■ **Task directions**: Only the lines below starting at the one containing "kind: 'car', registered: true" and ending at the one containing "320, height: 900" belong in the answer, each copied exactly.

■ **Record excerpts**:
══════════

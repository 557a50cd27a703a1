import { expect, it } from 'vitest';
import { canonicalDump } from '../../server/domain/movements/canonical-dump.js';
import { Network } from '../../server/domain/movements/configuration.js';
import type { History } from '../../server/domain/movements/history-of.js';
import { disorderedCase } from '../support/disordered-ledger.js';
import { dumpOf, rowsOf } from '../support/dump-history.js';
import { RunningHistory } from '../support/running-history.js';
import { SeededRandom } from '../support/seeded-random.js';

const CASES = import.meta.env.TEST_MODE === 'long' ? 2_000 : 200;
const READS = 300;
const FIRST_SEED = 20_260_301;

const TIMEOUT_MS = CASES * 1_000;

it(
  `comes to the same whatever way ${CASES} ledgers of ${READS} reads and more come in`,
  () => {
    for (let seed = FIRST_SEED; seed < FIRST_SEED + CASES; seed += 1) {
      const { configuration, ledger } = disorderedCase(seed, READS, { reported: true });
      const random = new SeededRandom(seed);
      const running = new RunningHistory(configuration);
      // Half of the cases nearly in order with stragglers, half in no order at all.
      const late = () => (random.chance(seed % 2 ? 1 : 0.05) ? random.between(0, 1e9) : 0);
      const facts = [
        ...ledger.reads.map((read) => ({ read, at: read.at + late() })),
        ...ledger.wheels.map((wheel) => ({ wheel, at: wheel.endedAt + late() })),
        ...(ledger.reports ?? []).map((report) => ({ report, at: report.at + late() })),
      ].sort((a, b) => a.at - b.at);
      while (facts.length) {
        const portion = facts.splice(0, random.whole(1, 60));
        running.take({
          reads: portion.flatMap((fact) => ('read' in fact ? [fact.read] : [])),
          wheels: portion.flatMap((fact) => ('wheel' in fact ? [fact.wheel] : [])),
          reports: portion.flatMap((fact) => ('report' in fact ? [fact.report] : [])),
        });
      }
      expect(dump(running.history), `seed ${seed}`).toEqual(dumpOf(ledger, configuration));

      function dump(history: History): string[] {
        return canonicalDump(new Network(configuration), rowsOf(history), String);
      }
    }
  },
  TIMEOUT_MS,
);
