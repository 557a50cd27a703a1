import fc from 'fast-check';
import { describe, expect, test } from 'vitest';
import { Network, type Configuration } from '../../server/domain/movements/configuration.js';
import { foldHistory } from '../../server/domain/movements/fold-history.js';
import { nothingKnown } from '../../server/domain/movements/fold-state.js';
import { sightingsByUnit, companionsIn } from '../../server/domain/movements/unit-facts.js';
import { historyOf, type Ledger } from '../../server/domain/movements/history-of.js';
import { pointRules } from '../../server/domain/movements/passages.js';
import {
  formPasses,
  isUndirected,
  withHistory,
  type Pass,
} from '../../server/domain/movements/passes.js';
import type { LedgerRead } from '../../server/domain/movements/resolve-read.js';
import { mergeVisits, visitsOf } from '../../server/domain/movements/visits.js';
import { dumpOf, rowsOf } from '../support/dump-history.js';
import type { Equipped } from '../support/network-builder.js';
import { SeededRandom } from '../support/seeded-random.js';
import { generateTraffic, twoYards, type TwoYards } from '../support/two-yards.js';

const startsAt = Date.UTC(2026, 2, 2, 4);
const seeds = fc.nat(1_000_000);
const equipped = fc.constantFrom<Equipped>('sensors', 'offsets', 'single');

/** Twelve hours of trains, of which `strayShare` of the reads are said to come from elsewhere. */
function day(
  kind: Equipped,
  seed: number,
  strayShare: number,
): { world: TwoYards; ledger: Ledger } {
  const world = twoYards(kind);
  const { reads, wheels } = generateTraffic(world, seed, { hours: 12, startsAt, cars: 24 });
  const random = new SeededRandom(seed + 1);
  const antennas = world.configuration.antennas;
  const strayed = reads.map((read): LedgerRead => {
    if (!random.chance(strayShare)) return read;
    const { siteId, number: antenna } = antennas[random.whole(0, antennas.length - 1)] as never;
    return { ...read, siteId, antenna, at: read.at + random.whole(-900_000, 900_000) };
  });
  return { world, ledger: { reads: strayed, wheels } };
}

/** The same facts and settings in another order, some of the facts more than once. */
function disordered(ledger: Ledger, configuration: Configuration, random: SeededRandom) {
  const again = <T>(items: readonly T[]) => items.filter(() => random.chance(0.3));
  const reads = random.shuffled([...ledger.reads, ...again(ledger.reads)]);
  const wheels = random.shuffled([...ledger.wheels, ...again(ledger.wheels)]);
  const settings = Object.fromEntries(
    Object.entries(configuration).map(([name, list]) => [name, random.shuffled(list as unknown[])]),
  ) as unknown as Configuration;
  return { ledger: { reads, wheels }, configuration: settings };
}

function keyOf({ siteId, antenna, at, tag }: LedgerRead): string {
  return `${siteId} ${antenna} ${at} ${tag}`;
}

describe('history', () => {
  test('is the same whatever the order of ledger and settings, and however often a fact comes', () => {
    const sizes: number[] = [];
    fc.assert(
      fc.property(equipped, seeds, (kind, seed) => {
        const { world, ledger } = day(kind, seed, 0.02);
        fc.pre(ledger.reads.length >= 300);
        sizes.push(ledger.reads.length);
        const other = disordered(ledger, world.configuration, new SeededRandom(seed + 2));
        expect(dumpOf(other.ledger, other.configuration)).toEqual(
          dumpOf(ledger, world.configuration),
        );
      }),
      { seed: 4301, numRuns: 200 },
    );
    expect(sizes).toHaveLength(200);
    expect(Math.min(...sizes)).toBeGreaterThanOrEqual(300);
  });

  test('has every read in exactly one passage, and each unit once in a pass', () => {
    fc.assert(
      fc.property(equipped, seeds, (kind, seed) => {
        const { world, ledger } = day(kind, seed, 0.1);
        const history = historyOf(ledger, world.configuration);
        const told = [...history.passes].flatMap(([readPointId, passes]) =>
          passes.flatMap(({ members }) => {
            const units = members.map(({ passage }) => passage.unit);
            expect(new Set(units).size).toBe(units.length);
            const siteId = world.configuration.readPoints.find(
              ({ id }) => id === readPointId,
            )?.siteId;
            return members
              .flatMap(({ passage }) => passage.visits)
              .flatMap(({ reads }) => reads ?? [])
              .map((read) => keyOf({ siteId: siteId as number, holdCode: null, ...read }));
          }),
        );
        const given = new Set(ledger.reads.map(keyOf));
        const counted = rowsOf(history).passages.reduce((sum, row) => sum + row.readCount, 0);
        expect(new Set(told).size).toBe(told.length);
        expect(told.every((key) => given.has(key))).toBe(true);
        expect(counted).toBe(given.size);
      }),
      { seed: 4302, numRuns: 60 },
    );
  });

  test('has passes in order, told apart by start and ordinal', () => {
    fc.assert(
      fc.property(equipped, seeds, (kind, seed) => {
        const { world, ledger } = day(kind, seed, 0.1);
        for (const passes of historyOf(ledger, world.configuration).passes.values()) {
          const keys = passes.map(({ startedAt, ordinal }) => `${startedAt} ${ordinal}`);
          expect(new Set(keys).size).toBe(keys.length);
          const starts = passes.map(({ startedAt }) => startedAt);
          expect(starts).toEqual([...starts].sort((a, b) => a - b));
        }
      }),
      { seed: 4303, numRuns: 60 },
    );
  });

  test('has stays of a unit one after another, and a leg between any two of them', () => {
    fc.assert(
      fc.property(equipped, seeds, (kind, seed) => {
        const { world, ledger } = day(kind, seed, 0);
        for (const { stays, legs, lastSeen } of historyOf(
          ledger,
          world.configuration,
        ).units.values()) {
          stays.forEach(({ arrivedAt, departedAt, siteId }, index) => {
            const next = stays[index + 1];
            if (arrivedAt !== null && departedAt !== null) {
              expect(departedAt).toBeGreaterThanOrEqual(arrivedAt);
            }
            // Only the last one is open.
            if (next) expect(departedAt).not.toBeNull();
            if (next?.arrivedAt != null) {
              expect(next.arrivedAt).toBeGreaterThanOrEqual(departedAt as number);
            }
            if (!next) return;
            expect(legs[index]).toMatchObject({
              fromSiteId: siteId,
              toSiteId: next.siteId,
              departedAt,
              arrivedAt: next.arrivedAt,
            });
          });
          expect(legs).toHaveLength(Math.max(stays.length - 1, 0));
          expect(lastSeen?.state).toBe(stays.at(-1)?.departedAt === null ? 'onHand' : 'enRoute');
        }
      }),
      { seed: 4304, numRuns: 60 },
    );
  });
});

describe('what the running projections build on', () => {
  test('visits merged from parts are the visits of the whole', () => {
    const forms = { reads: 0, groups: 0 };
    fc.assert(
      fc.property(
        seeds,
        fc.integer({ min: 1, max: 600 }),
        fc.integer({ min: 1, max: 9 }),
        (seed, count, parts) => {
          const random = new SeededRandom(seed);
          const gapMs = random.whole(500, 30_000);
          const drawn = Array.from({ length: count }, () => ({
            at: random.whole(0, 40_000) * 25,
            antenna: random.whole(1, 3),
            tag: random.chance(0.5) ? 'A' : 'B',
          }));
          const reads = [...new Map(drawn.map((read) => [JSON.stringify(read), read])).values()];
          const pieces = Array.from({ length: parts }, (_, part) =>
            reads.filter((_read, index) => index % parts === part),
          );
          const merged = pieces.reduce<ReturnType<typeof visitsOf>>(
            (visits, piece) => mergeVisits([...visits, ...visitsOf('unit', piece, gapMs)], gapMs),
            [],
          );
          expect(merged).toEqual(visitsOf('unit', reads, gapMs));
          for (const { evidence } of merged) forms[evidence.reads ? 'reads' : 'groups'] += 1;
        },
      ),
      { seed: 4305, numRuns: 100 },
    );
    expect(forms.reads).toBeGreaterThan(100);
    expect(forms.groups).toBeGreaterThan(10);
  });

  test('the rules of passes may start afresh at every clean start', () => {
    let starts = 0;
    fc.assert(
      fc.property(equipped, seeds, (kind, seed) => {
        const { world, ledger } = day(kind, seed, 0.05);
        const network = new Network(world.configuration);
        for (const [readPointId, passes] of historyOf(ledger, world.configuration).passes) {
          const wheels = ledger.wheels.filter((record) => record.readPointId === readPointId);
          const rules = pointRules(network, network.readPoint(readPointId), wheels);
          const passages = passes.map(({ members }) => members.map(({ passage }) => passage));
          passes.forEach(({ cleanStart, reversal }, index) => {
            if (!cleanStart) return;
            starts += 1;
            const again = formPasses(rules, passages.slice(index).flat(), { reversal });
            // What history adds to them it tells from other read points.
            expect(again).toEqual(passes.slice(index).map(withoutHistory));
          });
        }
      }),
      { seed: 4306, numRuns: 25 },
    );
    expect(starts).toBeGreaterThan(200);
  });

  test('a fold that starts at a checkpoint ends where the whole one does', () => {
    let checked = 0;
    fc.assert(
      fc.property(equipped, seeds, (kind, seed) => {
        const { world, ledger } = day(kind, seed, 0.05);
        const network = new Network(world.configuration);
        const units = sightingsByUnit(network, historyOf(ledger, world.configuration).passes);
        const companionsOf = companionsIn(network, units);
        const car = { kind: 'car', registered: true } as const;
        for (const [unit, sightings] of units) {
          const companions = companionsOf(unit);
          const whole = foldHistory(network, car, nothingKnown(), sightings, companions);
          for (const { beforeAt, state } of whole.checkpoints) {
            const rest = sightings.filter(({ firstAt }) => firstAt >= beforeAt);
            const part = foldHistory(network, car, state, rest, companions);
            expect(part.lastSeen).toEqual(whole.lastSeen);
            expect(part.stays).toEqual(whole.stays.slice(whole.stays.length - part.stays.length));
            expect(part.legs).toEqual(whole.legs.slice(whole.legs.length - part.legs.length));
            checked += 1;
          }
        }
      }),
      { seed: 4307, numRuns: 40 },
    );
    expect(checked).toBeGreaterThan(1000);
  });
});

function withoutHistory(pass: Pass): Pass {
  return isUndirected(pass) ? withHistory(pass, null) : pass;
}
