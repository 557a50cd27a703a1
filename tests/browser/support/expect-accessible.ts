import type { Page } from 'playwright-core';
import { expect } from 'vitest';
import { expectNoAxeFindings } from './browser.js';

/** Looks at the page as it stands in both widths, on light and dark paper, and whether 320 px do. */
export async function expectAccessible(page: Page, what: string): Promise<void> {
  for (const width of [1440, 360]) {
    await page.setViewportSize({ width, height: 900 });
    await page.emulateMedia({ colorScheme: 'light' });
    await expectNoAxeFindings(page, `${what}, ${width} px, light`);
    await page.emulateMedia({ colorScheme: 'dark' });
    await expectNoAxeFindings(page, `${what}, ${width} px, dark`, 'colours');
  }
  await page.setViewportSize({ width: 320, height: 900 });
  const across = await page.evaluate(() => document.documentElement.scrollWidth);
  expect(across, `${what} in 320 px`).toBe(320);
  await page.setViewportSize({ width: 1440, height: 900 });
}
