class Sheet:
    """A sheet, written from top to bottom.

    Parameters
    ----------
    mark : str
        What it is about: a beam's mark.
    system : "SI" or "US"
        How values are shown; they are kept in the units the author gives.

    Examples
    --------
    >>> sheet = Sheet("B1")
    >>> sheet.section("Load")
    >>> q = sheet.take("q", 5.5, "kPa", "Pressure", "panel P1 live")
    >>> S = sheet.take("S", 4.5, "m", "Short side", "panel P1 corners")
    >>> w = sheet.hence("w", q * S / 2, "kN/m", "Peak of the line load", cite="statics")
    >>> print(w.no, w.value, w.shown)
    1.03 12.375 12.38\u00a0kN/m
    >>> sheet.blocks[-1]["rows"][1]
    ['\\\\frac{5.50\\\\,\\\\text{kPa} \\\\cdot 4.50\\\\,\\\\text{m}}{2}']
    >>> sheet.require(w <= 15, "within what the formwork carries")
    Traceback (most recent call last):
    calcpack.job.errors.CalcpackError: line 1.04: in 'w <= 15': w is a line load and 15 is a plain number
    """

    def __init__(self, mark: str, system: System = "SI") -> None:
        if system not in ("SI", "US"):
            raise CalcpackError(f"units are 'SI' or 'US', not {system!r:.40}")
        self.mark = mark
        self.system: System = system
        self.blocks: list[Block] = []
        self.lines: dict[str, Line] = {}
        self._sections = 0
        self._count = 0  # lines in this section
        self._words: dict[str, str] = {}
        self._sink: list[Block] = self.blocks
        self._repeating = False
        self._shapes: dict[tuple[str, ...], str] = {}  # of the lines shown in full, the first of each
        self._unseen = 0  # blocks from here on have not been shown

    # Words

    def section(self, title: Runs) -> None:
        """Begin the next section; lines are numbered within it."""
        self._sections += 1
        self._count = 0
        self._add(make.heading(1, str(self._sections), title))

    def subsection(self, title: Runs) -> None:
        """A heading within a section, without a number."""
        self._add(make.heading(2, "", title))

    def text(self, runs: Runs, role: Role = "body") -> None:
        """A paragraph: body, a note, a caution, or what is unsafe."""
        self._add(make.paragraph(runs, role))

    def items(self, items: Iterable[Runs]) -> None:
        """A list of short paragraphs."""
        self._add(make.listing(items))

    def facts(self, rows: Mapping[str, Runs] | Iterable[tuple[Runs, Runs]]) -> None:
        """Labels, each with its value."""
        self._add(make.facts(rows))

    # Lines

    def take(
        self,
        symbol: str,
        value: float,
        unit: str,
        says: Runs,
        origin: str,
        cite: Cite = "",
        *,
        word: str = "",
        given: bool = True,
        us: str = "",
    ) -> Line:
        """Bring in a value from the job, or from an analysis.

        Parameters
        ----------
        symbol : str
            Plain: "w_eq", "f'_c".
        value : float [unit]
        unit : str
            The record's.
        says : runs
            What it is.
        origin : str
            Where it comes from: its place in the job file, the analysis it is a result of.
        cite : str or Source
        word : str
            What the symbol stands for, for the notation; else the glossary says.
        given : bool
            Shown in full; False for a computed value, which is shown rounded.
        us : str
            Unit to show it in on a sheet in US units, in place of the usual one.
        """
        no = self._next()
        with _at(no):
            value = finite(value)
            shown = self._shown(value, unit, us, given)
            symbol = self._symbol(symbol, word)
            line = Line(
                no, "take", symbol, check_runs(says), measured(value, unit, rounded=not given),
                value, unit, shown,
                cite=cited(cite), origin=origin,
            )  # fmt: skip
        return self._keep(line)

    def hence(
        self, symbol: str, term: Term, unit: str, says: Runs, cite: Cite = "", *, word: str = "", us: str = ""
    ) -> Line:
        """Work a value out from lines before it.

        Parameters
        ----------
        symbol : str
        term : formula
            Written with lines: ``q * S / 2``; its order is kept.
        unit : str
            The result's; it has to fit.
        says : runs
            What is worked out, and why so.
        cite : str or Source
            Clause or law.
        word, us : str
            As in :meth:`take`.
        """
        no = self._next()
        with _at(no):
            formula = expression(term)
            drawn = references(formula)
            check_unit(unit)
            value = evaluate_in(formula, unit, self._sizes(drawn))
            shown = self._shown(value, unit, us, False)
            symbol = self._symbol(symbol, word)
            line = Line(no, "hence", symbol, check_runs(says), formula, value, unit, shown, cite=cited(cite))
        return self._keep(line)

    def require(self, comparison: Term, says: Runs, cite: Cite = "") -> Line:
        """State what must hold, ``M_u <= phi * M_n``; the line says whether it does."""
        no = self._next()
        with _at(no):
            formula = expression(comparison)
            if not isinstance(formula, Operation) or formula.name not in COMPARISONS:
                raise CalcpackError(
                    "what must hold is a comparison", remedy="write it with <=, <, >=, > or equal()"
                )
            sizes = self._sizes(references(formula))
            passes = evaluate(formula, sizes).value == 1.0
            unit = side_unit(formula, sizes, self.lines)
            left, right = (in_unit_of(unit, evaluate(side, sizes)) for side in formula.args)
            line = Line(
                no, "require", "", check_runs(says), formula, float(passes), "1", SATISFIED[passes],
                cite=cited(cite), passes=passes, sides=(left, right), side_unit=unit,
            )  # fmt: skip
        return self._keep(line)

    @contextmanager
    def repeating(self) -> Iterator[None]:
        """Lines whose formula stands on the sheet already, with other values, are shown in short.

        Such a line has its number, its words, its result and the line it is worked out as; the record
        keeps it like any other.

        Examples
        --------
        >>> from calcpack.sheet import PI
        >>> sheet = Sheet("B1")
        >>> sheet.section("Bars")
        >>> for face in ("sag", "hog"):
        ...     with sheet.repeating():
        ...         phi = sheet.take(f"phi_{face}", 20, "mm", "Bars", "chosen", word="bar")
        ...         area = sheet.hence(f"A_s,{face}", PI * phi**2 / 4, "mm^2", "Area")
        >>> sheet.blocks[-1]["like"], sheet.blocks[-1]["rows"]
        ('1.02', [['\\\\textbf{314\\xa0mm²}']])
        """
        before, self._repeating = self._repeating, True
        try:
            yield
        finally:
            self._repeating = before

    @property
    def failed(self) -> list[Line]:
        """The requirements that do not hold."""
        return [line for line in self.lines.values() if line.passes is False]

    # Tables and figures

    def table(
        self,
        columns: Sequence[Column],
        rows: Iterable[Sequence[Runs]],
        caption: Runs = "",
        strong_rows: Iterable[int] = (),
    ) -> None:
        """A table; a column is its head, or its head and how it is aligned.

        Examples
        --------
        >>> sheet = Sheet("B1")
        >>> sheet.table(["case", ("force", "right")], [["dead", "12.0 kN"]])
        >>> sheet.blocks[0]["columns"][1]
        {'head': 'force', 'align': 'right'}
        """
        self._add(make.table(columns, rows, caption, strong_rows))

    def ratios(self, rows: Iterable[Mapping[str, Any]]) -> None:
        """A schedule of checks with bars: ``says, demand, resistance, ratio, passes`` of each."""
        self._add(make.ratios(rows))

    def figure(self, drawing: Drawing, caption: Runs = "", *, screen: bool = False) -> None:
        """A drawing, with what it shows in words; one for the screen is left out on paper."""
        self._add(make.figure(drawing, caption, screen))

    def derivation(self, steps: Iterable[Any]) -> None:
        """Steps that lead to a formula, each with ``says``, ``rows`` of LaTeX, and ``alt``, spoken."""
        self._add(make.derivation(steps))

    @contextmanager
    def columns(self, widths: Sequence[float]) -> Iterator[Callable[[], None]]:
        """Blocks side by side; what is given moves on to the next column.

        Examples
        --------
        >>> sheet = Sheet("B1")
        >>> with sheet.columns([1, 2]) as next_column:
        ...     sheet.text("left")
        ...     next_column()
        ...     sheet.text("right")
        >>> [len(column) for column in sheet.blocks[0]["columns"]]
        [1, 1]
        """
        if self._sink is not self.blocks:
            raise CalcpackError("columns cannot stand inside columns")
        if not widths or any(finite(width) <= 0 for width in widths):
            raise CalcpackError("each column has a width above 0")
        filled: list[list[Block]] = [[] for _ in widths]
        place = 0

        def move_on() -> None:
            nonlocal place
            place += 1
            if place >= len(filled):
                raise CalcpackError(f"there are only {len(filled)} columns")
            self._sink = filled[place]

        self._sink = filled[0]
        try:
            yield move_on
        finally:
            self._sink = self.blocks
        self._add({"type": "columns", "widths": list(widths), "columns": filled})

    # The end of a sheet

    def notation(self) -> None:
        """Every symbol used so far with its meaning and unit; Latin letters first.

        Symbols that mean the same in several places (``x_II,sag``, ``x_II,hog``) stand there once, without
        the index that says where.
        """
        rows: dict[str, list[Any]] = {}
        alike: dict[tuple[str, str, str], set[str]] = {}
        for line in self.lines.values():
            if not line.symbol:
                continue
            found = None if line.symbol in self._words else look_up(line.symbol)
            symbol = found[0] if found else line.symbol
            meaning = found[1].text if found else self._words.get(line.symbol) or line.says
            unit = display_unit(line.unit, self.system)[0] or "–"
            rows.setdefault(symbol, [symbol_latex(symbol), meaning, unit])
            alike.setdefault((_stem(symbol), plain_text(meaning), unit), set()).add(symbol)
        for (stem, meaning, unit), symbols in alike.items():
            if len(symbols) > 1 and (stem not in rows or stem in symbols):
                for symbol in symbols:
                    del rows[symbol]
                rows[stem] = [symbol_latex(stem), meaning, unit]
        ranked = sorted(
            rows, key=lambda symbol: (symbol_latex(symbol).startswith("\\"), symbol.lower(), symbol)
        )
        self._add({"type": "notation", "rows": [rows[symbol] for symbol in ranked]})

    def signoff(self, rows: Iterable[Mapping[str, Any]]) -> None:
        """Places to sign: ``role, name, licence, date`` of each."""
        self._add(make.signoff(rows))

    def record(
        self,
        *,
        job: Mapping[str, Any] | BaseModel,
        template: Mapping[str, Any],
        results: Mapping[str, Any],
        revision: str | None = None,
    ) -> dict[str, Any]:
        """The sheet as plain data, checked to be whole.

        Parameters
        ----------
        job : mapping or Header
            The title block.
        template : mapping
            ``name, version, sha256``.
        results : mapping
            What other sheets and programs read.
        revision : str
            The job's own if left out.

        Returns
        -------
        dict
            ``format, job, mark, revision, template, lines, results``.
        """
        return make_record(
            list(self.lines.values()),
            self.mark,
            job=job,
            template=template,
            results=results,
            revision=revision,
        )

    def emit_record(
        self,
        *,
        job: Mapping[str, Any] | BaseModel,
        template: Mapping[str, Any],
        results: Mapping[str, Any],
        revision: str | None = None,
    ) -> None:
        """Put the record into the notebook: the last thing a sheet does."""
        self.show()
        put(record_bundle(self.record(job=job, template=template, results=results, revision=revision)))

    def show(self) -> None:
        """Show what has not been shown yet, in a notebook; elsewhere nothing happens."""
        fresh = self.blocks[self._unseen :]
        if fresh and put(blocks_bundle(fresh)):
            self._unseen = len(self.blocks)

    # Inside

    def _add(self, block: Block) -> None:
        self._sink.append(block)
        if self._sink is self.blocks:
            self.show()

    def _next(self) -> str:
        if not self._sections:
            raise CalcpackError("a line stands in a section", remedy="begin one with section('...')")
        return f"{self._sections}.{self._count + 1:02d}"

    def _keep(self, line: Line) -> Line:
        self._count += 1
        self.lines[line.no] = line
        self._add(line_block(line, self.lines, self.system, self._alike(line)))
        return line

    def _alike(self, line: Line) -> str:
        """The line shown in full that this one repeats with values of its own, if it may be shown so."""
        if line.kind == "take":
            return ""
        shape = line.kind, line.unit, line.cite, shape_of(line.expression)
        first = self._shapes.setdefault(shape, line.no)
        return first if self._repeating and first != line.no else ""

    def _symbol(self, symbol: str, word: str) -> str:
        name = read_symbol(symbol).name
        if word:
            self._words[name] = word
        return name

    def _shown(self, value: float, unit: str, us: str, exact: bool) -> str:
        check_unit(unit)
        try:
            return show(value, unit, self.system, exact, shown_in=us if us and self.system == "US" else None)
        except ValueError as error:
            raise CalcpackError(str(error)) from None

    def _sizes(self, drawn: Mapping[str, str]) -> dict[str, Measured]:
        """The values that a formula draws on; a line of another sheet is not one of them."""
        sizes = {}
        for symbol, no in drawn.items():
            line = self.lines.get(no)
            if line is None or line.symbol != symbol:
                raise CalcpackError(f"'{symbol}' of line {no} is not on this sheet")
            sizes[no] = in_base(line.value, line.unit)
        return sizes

══════════

■ **Task solution**:
        const car = { kind: 'car', registered: true } as const;
        for (const [unit, sightings] of units) {
          const companions = companionsOf(unit);
          const whole = foldHistory(network, car, nothingKnown(), sightings, companions);
          for (const { beforeAt, state } of whole.checkpoints) {
            const rest = sightings.filter(({ firstAt }) => firstAt >= beforeAt);
            const part = foldHistory(network, car, state, rest, companions);
            expect(part.lastSeen).toEqual(whole.lastSeen);
            expect(part.stays).toEqual(whole.stays.slice(whole.stays.length - part.stays.length));
            expect(part.legs).toEqual(whole.legs.slice(whole.legs.length - part.legs.length));
            checked += 1;
          }
        }
      }),
      { seed: 4307, numRuns: 40 },
    );
    expect(checked).toBeGreaterThan(1000);
  });
});

function withoutHistory(pass: Pass): Pass {
  return isUndirected(pass) ? withHistory(pass, null) : pass;
}
repository 557a50cd27a703a1
filename tests/browser/support/expect-accessible.ts
import type { Page } from 'playwright-core';
import { expect } from 'vitest';
import { expectNoAxeFindings } from './browser.js';

/** Looks at the page as it stands in both widths, on light and dark paper, and whether 320 px do. */
export async function expectAccessible(page: Page, what: string): Promise<void> {
  for (const width of [1440, 360]) {
    await page.setViewportSize({ width, height: 900 });
    await page.emulateMedia({ colorScheme: 'light' });
    await expectNoAxeFindings(page, `${what}, ${width} px, light`);
    await page.emulateMedia({ colorScheme: 'dark' });
    await expectNoAxeFindings(page, `${what}, ${width} px, dark`, 'colours');
  }
  await page.setViewportSize({ width: 320, height: 900 });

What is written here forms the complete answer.